Santa Fe, NM –A state-court trial will start Monday in a landmark education lawsuit that alleges New Mexico is violating the state constitutional rights of students placed at risk.
The trial will focus on legal claims filed by MALDEF (Mexican American Legal Defense and Educational Fund) and the New Mexico Center on Law and Poverty (the Center) challenging the state’s failure to provide economically disadvantaged students, English-language learners (ELL), Native Americans, and students with disabilities with a “sufficient” education, as guaranteed by New Mexico’s constitution.
“For far too long, New Mexico has left its most vulnerable students behind, disregarding its constitutional duty to fully support their education for all students,” said Marisa Bono, MALDEF Southwest regional counsel. “All New Mexico children should have the opportunity to graduate ready to pursue their dreams and meet their full potential—this lawsuit will ensure that opportunity.”
While the state’s constitution mandates a “sufficient” and “uniform” education for all students in New Mexico, a majority of public school students are unable to read, write, or do math at grade level. The consolidated lawsuit calls for the court to order the state to provide the programming and resources necessary for all public school students to succeed, as well as ensure that funds are distributed equitably, including for economically disadvantaged and ELL students.
“The children of New Mexico are intelligent and capable, and have just as much potential as other students across the country.
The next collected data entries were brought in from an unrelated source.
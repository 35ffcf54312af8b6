/**
 * Training the repair network, self-supervised: random crops of colour photographs' L*, damaged by our
 * own generator, teach it the damage mask (weighted cross-entropy: damage is rare) and the undamaged L*
 * on the damaged pixels (mean absolute error there). A tenth of the photos (seed 1, as `train` splits) is
 * held out for measuring; the model is saved every few minutes and at the end.
 */
import { readdir } from 'node:fs/promises';
import { extname, join, resolve } from 'node:path';
import * as tf from '@tensorflow/tfjs';
import { loadPhotoSet, Random, splitHoldout, type Photo } from '../training/index.js';
import { addGrain, drawDamage } from './damage.js';
import { medianFill } from './fill.js';
import { detectionFigures, maskedSquaredError, poolDetection, psnrOf } from './measures.js';
import { createRepairNetwork, toRepairInput } from './network.js';
import { networkPlanes, networkRepair } from './network-repair.js';
import { saveRepairModel, type RepairModel, type RepairModelMeta } from './repair-model.js';

export interface RepairTrainingOptions {
  /** A folder of colour photographs (the training pool). */
  photos: string;
  /** The model folder to write. */
  out: string;
  /** Most optimiser steps. */
  steps: number;
  /** Time budget in minutes (the run stops at whichever comes first). */
  minutes?: number;
  seed?: number;
  /** Crop side in pixels (a multiple of 4). Default 96. */
  crop?: number;
  /** Crops per step. Default 8. */
  batch?: number;
  /** Adam's learning rate. Default 2e-3. */
  learningRate?: number;
  /** Minutes between saves. Default 5. */
  saveMinutes?: number;
  /** Long side the photos are read at. Default 1024. */
  maxSide?: number;
  /** Stops after the current step. */
  signal?: AbortSignal;
}

export type RepairTrainingEvent =
  | { type: 'photos'; train: number; holdout: number }
  | { type: 'step'; step: number; loss: number; maskLoss: number; fillLoss: number; seconds: number }
  | { type: 'saved'; step: number; dir: string };

const IMAGE = new Set(['.jpg', '.jpeg', '.png', '.tif', '.tiff', '.webp', '.gif', '.avif']);

/** Damage elements per megapixel on training crops: several per crop, so every step sees damage. */
const TRAINING_DAMAGE = 700;

/**
 * The photos of a pool folder split as the repair model's training and benchmark use them.
 * @example
 *   const { train, holdout } = await repairPhotoSplit('.data/pool');
 */
export async function repairPhotoSplit(folder: string): Promise<{ train: string[]; holdout: string[] }> {
  const abs = resolve(folder);
  const names = (await readdir(abs)).filter((n) => IMAGE.has(extname(n).toLowerCase())).sort();
  const split = splitHoldout(
    names.map((n) => ({ file: join(abs, n) })),
    0.1,
    1,
  );
  return { train: split.train.map((f) => f.file), holdout: split.holdout.map((f) => f.file) };
}

/** Reads photos as L* planes at `maxSide` (colour and grey alike: repair needs only lightness). */
export async function readRepairPhotos(files: string[], maxSide: number): Promise<Photo[]> {
  const set = await loadPhotoSet(files, { maxSide, seed: 1, holdout: 0 });
  return [...set.train, ...set.holdout];
}

/**
 * Trains a repair network and writes it to `options.out`.
 * @example
 *   await trainRepairModel({ photos: '.data/pool', out: 'models/kinhue-repair', steps: 2000, minutes: 60 }, console.log);
 */
export async function trainRepairModel(
  options: RepairTrainingOptions,
  onEvent: (event: RepairTrainingEvent) => void = () => {},
): Promise<{ steps: number; seconds: number; meta: RepairModelMeta }> {
  const seed = options.seed ?? 1;
  const crop = options.crop ?? 96;
  const batch = options.batch ?? 8;
  const split = await repairPhotoSplit(options.photos);
  const photos = (await readRepairPhotos(split.train, options.maxSide ?? 1024)).filter((p) => p.width >= crop && p.height >= crop);
  onEvent({ type: 'photos', train: photos.length, holdout: split.holdout.length });
  const rng = new Random(seed);
  const network = createRepairNetwork(seed);
  const optimiser = tf.train.adam(options.learningRate ?? 2e-3);
  const started = performance.now();
  let lastSave = started;
  const budget = (options.minutes ?? Infinity) * 60_000;
  const record = (step: number) => ({
    photos: photos.length,
    heldOut: split.holdout.length,
    steps: step,
    crop,
    batch,
    seed,
    learningRate: options.learningRate ?? 2e-3,
    damagePerMegapixel: TRAINING_DAMAGE,
    minutes: Number(((performance.now() - started) / 60_000).toFixed(1)),
  });
  const save = async (step: number): Promise<RepairModelMeta> => {
    const meta = await saveRepairModel(network, options.out, {
      name: 'kinhue-repair',
      threshold: 0.5,
      fill: 'network',
      detection: 'network',
      training: record(step),
    });
    onEvent({ type: 'saved', step, dir: options.out });
    lastSave = performance.now();
    return meta;
  };
  let step = 0;
  const n = crop * crop;
  while (step < options.steps && performance.now() - started < budget && !options.signal?.aborted) {
    const input = new Float32Array(batch * n);
    const clean = new Float32Array(batch * n);
    const mask = new Float32Array(batch * n);
    for (let k = 0; k < batch; k++) {
      const photo = photos[rng.int(photos.length)]!;
      const plane = cropOf(photo, crop, rng);
      const d = drawDamage(plane, crop, crop, rng, { perMegapixel: TRAINING_DAMAGE });
      for (let i = 0; i < n; i++) {
        input[k * n + i] = toRepairInput(d.L[i]!);
        clean[k * n + i] = toRepairInput(d.clean[i]!);
        mask[k * n + i] = d.mask[i]!;
      }
    }
    const losses = tf.tidy(() => {
      const x = tf.tensor4d(input, [batch, crop, crop, 1]);
      const y = tf.tensor4d(clean, [batch, crop, crop, 1]);
      const m = tf.tensor4d(mask, [batch, crop, crop, 1]);
      let maskPart: tf.Scalar | undefined;
      let fillPart: tf.Scalar | undefined;
      const total = optimiser.minimize(() => {
        const out = network.apply(x, { training: true }) as tf.Tensor4D;
        const logit = out.slice([0, 0, 0, 0], [-1, -1, -1, 1]);
        const fix = out.slice([0, 0, 0, 1], [-1, -1, -1, 1]);
        // Damage is a few percent of pixels: weigh it 4 times (kinhue's own choice).
        maskPart = tf.keep(tf.losses.sigmoidCrossEntropy(m, logit, m.mul(3).add(1)) as tf.Scalar);
        fillPart = tf.keep(x.add(fix).sub(y).abs().mul(m).sum().div(m.sum().add(1)) as tf.Scalar);
        return maskPart.add(fillPart.mul(10)) as tf.Scalar;
      }, true) as tf.Scalar;
      const values = [total.dataSync()[0]!, maskPart!.dataSync()[0]!, fillPart!.dataSync()[0]!];
      tf.dispose([maskPart!, fillPart!]);
      return values;
    });
    step++;
    onEvent({
      type: 'step',
      step,
      loss: losses[0]!,
      maskLoss: losses[1]!,
      fillLoss: losses[2]!,
      seconds: (performance.now() - started) / 1000,
    });
    if (performance.now() - lastSave > (options.saveMinutes ?? 5) * 60_000) await save(step);
  }
  const chosen = chooseRepairSettings(
    { network, meta: { ...placeholderMeta, training: {} }, dir: options.out },
    photos.slice(-VALIDATION_PHOTOS),
    seed,
  );
  const meta = await saveRepairModel(network, options.out, {
    name: 'kinhue-repair',
    ...chosen.settings,
    training: { ...record(step), choice: chosen.figures },
  });
  onEvent({ type: 'saved', step, dir: options.out });
  return { steps: step, seconds: (performance.now() - started) / 1000, meta };
}

/** Photos of the training part on which detection and fill are chosen at the end of a run. */
export const VALIDATION_PHOTOS = 12;

const placeholderMeta: RepairModelMeta = {
  format: 'kinhue-repair',
  version: 1,
  name: 'kinhue-repair',
  weightsSha256: '',
  topologySha256: '',
  threshold: 0.5,
  fill: 'network',
  detection: 'network',
  training: {},
};

/** Detection modes and thresholds tried when a run ends. */
const CHOICES: Array<Pick<RepairModelMeta, 'detection' | 'threshold'>> = [
  { detection: 'network', threshold: 0.5 },
  { detection: 'network', threshold: 0.7 },
  { detection: 'network', threshold: 0.85 },
  { detection: 'confirmed', threshold: 0.3 },
  { detection: 'confirmed', threshold: 0.5 },
  { detection: 'confirmed', threshold: 0.7 },
];

/**
 * Chooses how the network is used, on photos damaged with a fixed seed: the detection mode and threshold
 * with the best F1 of precision and recall less 10 times the share of pixels changed on the same photos
 * undamaged and grainy (kinhue's own weighing: one percent of a clean scan changed costs 0.1 of F1), and
 * the fill (network or median) with the higher PSNR on the true mask.
 */
export function chooseRepairSettings(
  model: RepairModel,
  photos: Photo[],
  seed: number,
): {
  settings: Pick<RepairModelMeta, 'detection' | 'threshold' | 'fill'>;
  figures: Record<string, number | string>;
} {
  const rng = new Random(seed + 1000);
  const cases = photos.map((p) => {
    const damaged = drawDamage(p.L, p.width, p.height, rng);
    const clean = Float32Array.from(p.L);
    addGrain(clean, rng, 1.5);
    return { p, damaged, clean };
  });
  let best: { score: number; choice: (typeof CHOICES)[number]; f1: number; changed: number } | undefined;
  for (const choice of CHOICES) {
    const found = cases.map(({ p, damaged }) =>
      detectionFigures(networkRepair(damaged.L, p.width, p.height, model, choice).mask, damaged.mask, p.width, p.height, 2),
    );
    const pooled = poolDetection(found);
    const f1 = pooled.precision + pooled.recall > 0 ? (2 * pooled.precision * pooled.recall) / (pooled.precision + pooled.recall) : 0;
    let changed = 0;
    for (const { p, clean } of cases)
      changed += networkRepair(clean, p.width, p.height, model, choice).mask.reduce((s, m) => s + m, 0) / (p.width * p.height);
    changed /= cases.length;
    const score = f1 - 10 * changed;
    if (!best || score > best.score) best = { score, choice, f1, changed };
  }
  let net = { sum: 0, count: 0 };
  let median = { sum: 0, count: 0 };
  for (const { p, damaged } of cases) {
    const a = maskedSquaredError(networkPlanes(damaged.L, p.width, p.height, model).lightness, damaged.clean, damaged.mask);
    const b = maskedSquaredError(medianFill(damaged.L, p.width, p.height, damaged.mask), damaged.clean, damaged.mask);
    net = { sum: net.sum + a.sum, count: net.count + a.count };
    median = { sum: median.sum + b.sum, count: median.count + b.count };
  }
  const fill = psnrOf(net) >= psnrOf(median) ? 'network' : 'median';
  return {
    settings: { ...best!.choice, fill },
    figures: {
      photos: photos.length,
      f1: round(best!.f1),
      changedShare: round(best!.changed),
      networkFillPsnr: round(psnrOf(net)),
      medianFillPsnr: round(psnrOf(median)),
    },
  };
}

function round(v: number): number {
  return Math.round(v * 10000) / 10000;
}

/** A random square crop of a photo's L*, mirrored half the time. */
function cropOf(photo: Photo, size: number, rng: Random): Float32Array {
  const x0 = rng.int(photo.width - size + 1);
  const y0 = rng.int(photo.height - size + 1);
  const flip = rng.next() < 0.5;
  const out = new Float32Array(size * size);
  for (let y = 0; y < size; y++) {
    for (let x = 0; x < size; x++) out[y * size + x] = photo.L[(y0 + y) * photo.width + x0 + (flip ? size - 1 - x : x)]!;
  }
  return out;
}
Unfortunately, the State has done little to invest in our children’s future,” said Preston Sanchez, an attorney at the New Mexico Center on Law and Poverty. “It’s time that the State be held accountable to its constitutional duty to meet the educational needs of our students so that they may achieve not only academic success but success in other areas of their lives. Our kids’ and our state’s future are at stake.”
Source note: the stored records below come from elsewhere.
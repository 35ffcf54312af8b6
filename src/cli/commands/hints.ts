/**
 * `kinhue hints <scan>`: writes a starter hints file (`<name>.hints.json` beside the scan) to edit, so that
 * `kinhue restore` gives the colours the family knows.
 */
import type { ArgumentsCamelCase, Argv, CommandModule } from 'yargs';
import { writeStarterHints, type StarterOptions } from '../../hints/index.js';
import { UsageError } from '../../errors.js';
import { ExitCode } from '../exit-codes.js';
import { addOptions, checkOptions, coreOptions, type CliArgs, type OptionTable } from '../option-table.js';

const EXAMPLE = 'kinhue hints demo-photos/scans/wrenfold-05-billy-goat.jpg';

/** The core options the command line offers. */
type CoreFlags = Required<Pick<StarterOptions, 'force'>> & Pick<StarterOptions, 'out'>;

/** The `hints` command line as yargs parses it. */
export type HintsArgs = { scan: string } & CliArgs<CoreFlags>;

const CORE_FLAGS: OptionTable<CoreFlags> = {
  out: {
    type: 'string',
    describe: 'where to write (default: <name>.hints.json beside the scan)',
    check: (o) =>
      typeof o !== 'string' || o.trim() === ''
        ? '--out needs a file name'
        : !o.endsWith('.json')
          ? `--out should name a .json file, got ${o}`
          : undefined,
  },
  force: { type: 'boolean', default: false, describe: 'replace an existing hints file' },
};

/**
 * Checks a parsed `hints` command line. Pure: throws UsageError with an example.
 * @example
 *   check({ scan: 'scans/barn.jpg' }); // true
 */
export function check(argv: Partial<HintsArgs>): true {
  if (typeof argv.scan !== 'string' || argv.scan.trim() === '')
    throw new UsageError(`name the scan to make a hints file for\nExample usage: ${EXAMPLE}`);
  checkOptions(argv, CORE_FLAGS, EXAMPLE);
  return true;
}

export const command: CommandModule<object, HintsArgs> = {
  command: 'hints <scan>',
  describe: 'write a starter hints file (<name>.hints.json) for a scan: colours you know, for restore to keep',
  builder: (yargs: Argv) =>
    (
      addOptions(yargs, CORE_FLAGS)
        .positional('scan', { type: 'string', describe: 'the scan the hints are for' })
        .example(EXAMPLE, 'writes demo-photos/scans/wrenfold-05-billy-goat.hints.json to edit')
        .epilog(
          'Edit the entries: points {"x", "y", "colour", "radius"} and strokes {"points": [[x, y], ...], "colour", "radius"}, ' +
            'in pixels of the scan; colours as "#rrggbb", "#rgb" or "rgb(r, g, b)". An entry with an empty colour is ignored. ' +
            'restore then finds <name>.hints.json beside the scan (or in --hints <dir>). A hint sets hue and chroma; ' +
            'the scan keeps its own lightness.',
        ) as unknown as Argv<HintsArgs>
    ).check((argv) => check(argv as Partial<HintsArgs>)),
  handler: async (argv: ArgumentsCamelCase<HintsArgs>) => {
    const result = await writeStarterHints(argv.scan, coreOptions(argv, CORE_FLAGS));
    console.log(
      `wrote ${result.path} (${result.entries} example entries for a ${result.width} x ${result.height} scan); edit it, then run kinhue restore`,
    );
    process.exitCode = ExitCode.OK;
  },
};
MALDEF’s lawsuit, Martinez v State of New Mexico, was filed in April 2014 on behalf of parents and public schools in Española, Santa Fe, Albuquerque, Zuni, Magdalena, Las Cruces and Gadsden. The suit alleges that the state’s inadequate funding for ELL and economically disadvantaged students, the lack of quality pre-K programs and other problems violate state constitution. State attorneys sought to dismiss the lawsuit, but the court denied the request and ruled for the first time in New Mexico’s history that education is a fundamental right.
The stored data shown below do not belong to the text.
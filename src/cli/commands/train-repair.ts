/**
 * `kinhue train-repair <photos> --out <dir>`: rebuilds the repair network (dust, hairs, scratches) from a
 * folder of photographs, damaged by kinhue's own generator as it trains.
 */
import type { ArgumentsCamelCase, Argv, CommandModule } from 'yargs';
import { UsageError } from '../../errors.js';
import { initBackend } from '../../model/index.js';
import { trainRepairModel } from '../../repair/index.js';
import { ExitCode } from '../exit-codes.js';
import { onStopSignals } from '../stop-signals.js';

const EXAMPLE = 'kinhue train-repair .data/pool --out models/kinhue-repair --minutes 50';

/** The `train-repair` command line as yargs parses it. */
export interface TrainRepairArgs {
  photos: string;
  out: string;
  steps: number;
  minutes?: number;
  seed: number;
}

/**
 * Checks a parsed `train-repair` command line. Pure: throws UsageError with an example.
 * @example
 *   check({ photos: 'pool/', out: 'models/repair', steps: 100, seed: 1 }); // true
 */
export function check(argv: Partial<TrainRepairArgs>): true {
  const fail = (message: string): never => {
    throw new UsageError(`${message}\nExample usage: ${EXAMPLE}`);
  };
  if (typeof argv.photos !== 'string' || argv.photos.trim() === '') fail('name the folder of photographs to learn from');
  if (typeof argv.out !== 'string' || argv.out.trim() === '') fail('--out needs the model folder to write');
  if (argv.steps !== undefined && !(Number.isInteger(argv.steps) && argv.steps >= 1))
    fail(`--steps must be a whole number of 1 or more, got ${argv.steps}`);
  if (argv.minutes !== undefined && !(Number.isFinite(argv.minutes) && argv.minutes > 0))
    fail(`--minutes must be above 0, got ${argv.minutes}`);
  if (argv.seed !== undefined && !Number.isInteger(argv.seed)) fail(`--seed must be a whole number, got ${argv.seed}`);
  return true;
}

export const command: CommandModule<object, TrainRepairArgs> = {
  command: 'train-repair <photos>',
  describe: "train the repair network (dust, hairs, scratches) on a folder of photographs, damaged by kinhue's own generator",
  builder: (yargs: Argv) =>
    (
      yargs
        .positional('photos', { type: 'string', describe: 'a folder of photographs (a tenth, seed 1, is held out for the benchmark)' })
        .option('out', { type: 'string', demandOption: true, describe: 'the model folder to write (saved every 5 minutes and at the end)' })
        .option('steps', { type: 'number', default: 8000, describe: 'most optimiser steps of 8 crops' })
        .option('minutes', { type: 'number', describe: 'time budget; the run stops at the steps or the minutes, whichever comes first' })
        .option('seed', { type: 'number', default: 1, describe: 'seed of the crops, the damage and the initial weights' })
        .example(EXAMPLE, 'rebuild the shipped repair model from the training pool')
        .epilog(
          'Ctrl-C, SIGTERM or SIGHUP stops after the current step and saves the model (exit code 130).',
        ) as unknown as Argv<TrainRepairArgs>
    ).check((argv) => check(argv as Partial<TrainRepairArgs>)),
  handler: async (argv: ArgumentsCamelCase<TrainRepairArgs>) => {
    const backend = await initBackend();
    if (backend.warning) console.error(`note: ${backend.warning}`);
    const stop = new AbortController();
    const off = onStopSignals(() => stop.abort());
    try {
      const result = await trainRepairModel(
        { photos: argv.photos, out: argv.out, steps: argv.steps, minutes: argv.minutes, seed: argv.seed, signal: stop.signal },
        (event) => {
          if (event.type === 'photos') console.error(`${event.train} photos to learn from, ${event.holdout} held out`);
          else if (event.type === 'step' && event.step % 100 === 0) {
            console.error(
              `step ${event.step}: loss ${event.loss.toFixed(4)} (mask ${event.maskLoss.toFixed(4)}, fill ${event.fillLoss.toFixed(4)}), ${event.seconds.toFixed(0)} s`,
            );
          } else if (event.type === 'saved') console.error(`saved ${event.dir} at step ${event.step}`);
        },
      );
      console.log(
        `wrote ${argv.out}: ${result.steps} steps in ${(result.seconds / 60).toFixed(1)} minutes; measure it with npm run bench -- repair`,
      );
      process.exitCode = stop.signal.aborted ? ExitCode.INTERRUPTED : ExitCode.OK;
    } finally {
      off();
    }
  },
};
“I simply want my children to have an equal opportunity to get a good education,” said Roberto Sanchez, a plaintiff in the Martinez case whose children attend school in Santa Fe. “I see that my three children don’t have access to what they need to get ahead. Sometimes they have substitutes for a long time. We are simply asking that our children have a chance to get the education they need.”
The Center’s lawsuit, Yazzie v. State of New Mexico, was filed in March 2014 on behalf of a group of families and school districts including Gallup, Rio Rancho, Santa Fe, Cuba, Moriarty/Edgewood, and Lake Arthur. The families represented have children who are ELL, Native American or economically disadvantaged and have been negatively impacted by the lack of resources provided to New Mexico public schools.
“All I want is for my child to receive the best education possible, but my son and other Navajo students aren’t given the educational resources they need,” said Wilhelmina Yazzie, the named plaintiff in the Yazzie lawsuit whose son attends middle school in Gallup. “My son is a smart and dedicated student, but I worry that he’s not getting the academic support relevant to his native culture and language that will prepare him for college and help him succeed.”
MALDEF’s lead counsel is Marisa Bono, Southwest regional counsel, and legal counsel include staff attorneys Ernest Herrera and Jack Salmon; E. Martin Estrada, Nick Sidney and Jessica Baril with Munger, Tolles & Olson; and David Garcia. The trial is expected to last nine weeks. The Center’s legal counsel on the case include Gail Evans, Preston Sanchez, Christopher Sanchez, and Lauren Winkler of the Center along with co-counsel Daniel Yohalem and Mark D. Fine.
“We can all agree that one of the most important things our society does is educate our children,” said E. Martin Estrada, a partner at Munger, Tolles & Olson LLP. “This case – on behalf of all schoolchildren in New Mexico – has the opportunity to meaningfully impact the lives of hundreds of thousands of students, particularly children from low-income backgrounds. For too long, the public education system has failed New Mexico’s school children, with the effects being acutely felt by Latino students, Native American students, and students with disabilities. With this case, we hope to change that.”